Ornstein-Uhlenbeck processes of bounded variation

TL;DR

This paper introduces a bounded variation Ornstein-Uhlenbeck process driven by a telegraph process, providing explicit distributions, moments, and demonstrating convergence to the classical process under Kac's rescaling.

Contribution

It presents a novel Ornstein-Uhlenbeck process with bounded variation driven by a telegraph process, including explicit distributional results and limit behavior analysis.

Findings

Explicit distribution of the process's hitting time is derived.

Mean and variance formulas are obtained based on joint distributions.
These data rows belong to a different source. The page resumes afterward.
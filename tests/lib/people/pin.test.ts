import fc from "fast-check";
import { describe, expect, test } from "vitest";
import { drawPin, isTrivialPin } from "@/lib/people/pin";
import security from "@/tests/checks/security.json";

describe("isTrivialPin", () => {
  test.each([
    ["000000", "one digit"],
    ["414144", "two digits"],
    ["123456", "a run up"],
    ["890123", "a run that passes nine"],
    ["654321", "a run down"],
    ["482482", "a block said again"],
    ["448822", "pairs"],
    ["483384", "a mirror"],
    ["147369", "two lines of the pad"],
    ["198473", "a year in front"],
    ["732031", "a year behind"],
  ])("%s is trivial: %s", (pin) => expect(isTrivialPin(pin)).toBe(true));

  test.each(["271828", "147360", "482483", "123457", "448823", "214873", "183492"])(
    "%s is not",
    (pin) => expect(isTrivialPin(pin)).toBe(false),
  );

  test("the worker's own number may not be part of it, a short one may", () => {
    expect(isTrivialPin("710425", "1042")).toBe(true);
    expect(isTrivialPin("710425", "1043")).toBe(false);
    expect(isTrivialPin("710425", "42")).toBe(false);
  });

  test("fewer than one PIN in twenty is refused, so that guessing stays hard", () => {
    const all = Array.from({ length: 1_000_000 }, (_, n) => String(n).padStart(6, "0"));
    expect(all.filter((pin) => isTrivialPin(pin)).length).toBeLessThan(50_000);
  });
});

describe("drawPin", () => {
  const rule = security.find(({ id }) => id === "pin-63b-3-random")!.expect as {
    min_length: number;
  };

  test("for any source, the PIN has six digits (NIST SP 800-63B) and is not trivial", () => {
    fc.assert(
      fc.property(fc.array(fc.nat(999_999), { minLength: 1 }), fc.nat(99_999), (drawn, number) => {
        const source = [...drawn, 271_828, 902_417, 583_016];
        const pin = drawPin(() => source.shift()!, String(number));
        expect(pin).toMatch(/^\d+$/);
        expect(pin).toHaveLength(rule.min_length);
        expect(isTrivialPin(pin, String(number))).toBe(false);
      }),
    );
  });

  test("a trivial draw is thrown away and drawn again", () => {
    const source = [123_456, 7, 271_828];
    expect(drawPin(() => source.shift()!, "1042")).toBe("271828");
  });
});
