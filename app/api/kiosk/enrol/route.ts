import { database } from "@/app/_server/database";
import { handle } from "@/app/_server/handle";
import { kioskCookie } from "@/app/_server/kiosk-cookie";
import { currentSealKey } from "@/app/_server/seal";
import { hashSecret, newSecret } from "@/app/_server/secret";
import { enrolKiosk } from "@/db/kiosks/enrolment";
import { findSite } from "@/db/sites/queries";
import { type Enrolled, enrolRequest } from "@/lib/kiosks/schema";
import { no } from "@/lib/result";
import { ruleAt } from "@/lib/time/site-day";

/** Makes this browser a kiosk with a one-time code of ten minutes; the cookie is its proof. */
export const POST = handle(
  { actor: "nobody", body: enrolRequest },
  async ({ body, request, receivedAt }) => {
    const token = newSecret();
    const hashes = { codeHash: hashSecret(body.code), tokenHash: hashSecret(token) };
    const kiosk = await enrolKiosk(database(), { ...hashes, now: receivedAt });
    if (!kiosk)
      return no("unauthenticated", "This code is unknown, used or older than ten minutes.");
    const { siteId, kioskId, name, cell } = kiosk;
    const scope = { db: database(), siteId };
    const [site, sealKey] = await Promise.all([findSite(scope), currentSealKey(scope)]);
    if (!site) throw new Error(`site ${siteId} has a kiosk and is not there`);
    const { timeZone } = ruleAt(site.rules, receivedAt.getTime());
    const enrolled: Enrolled = {
      deviceId: kioskId,
      name,
      cell,
      site: { id: siteId, name: site.name, timeZone, locale: site.locale },
      sealKey,
      serverTime: new Date().toISOString(),
    };
    const headers = { "cache-control": "no-store", "set-cookie": kioskCookie(token, request) };
    return Response.json(enrolled, { headers });
  },
);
Under Kac's rescaling, the process converges to the classical Ornstein-Uhlenbeck process.

Abstract

Ornstein-Uhlenbeck process of bounded variation is introduced as a solution of an analogue of the Langevin equation with an integrated telegraph process replacing a Brownian motion. There is an interval $I$ such that the process starting from the internal point of $I$ always remains within $I$. Starting outside, this process a. s. reaches this interval in a finite time. The distribution of the time for which the process falls into this interval is obtained explicitly. The certain formulae for the mean and the variance of this process are obtained on the basis of the joint distribution of the telegraph process and its integrated copy. Under Kac's rescaling, the limit process is identified as the classical Ornstein-Uhlenbeck process.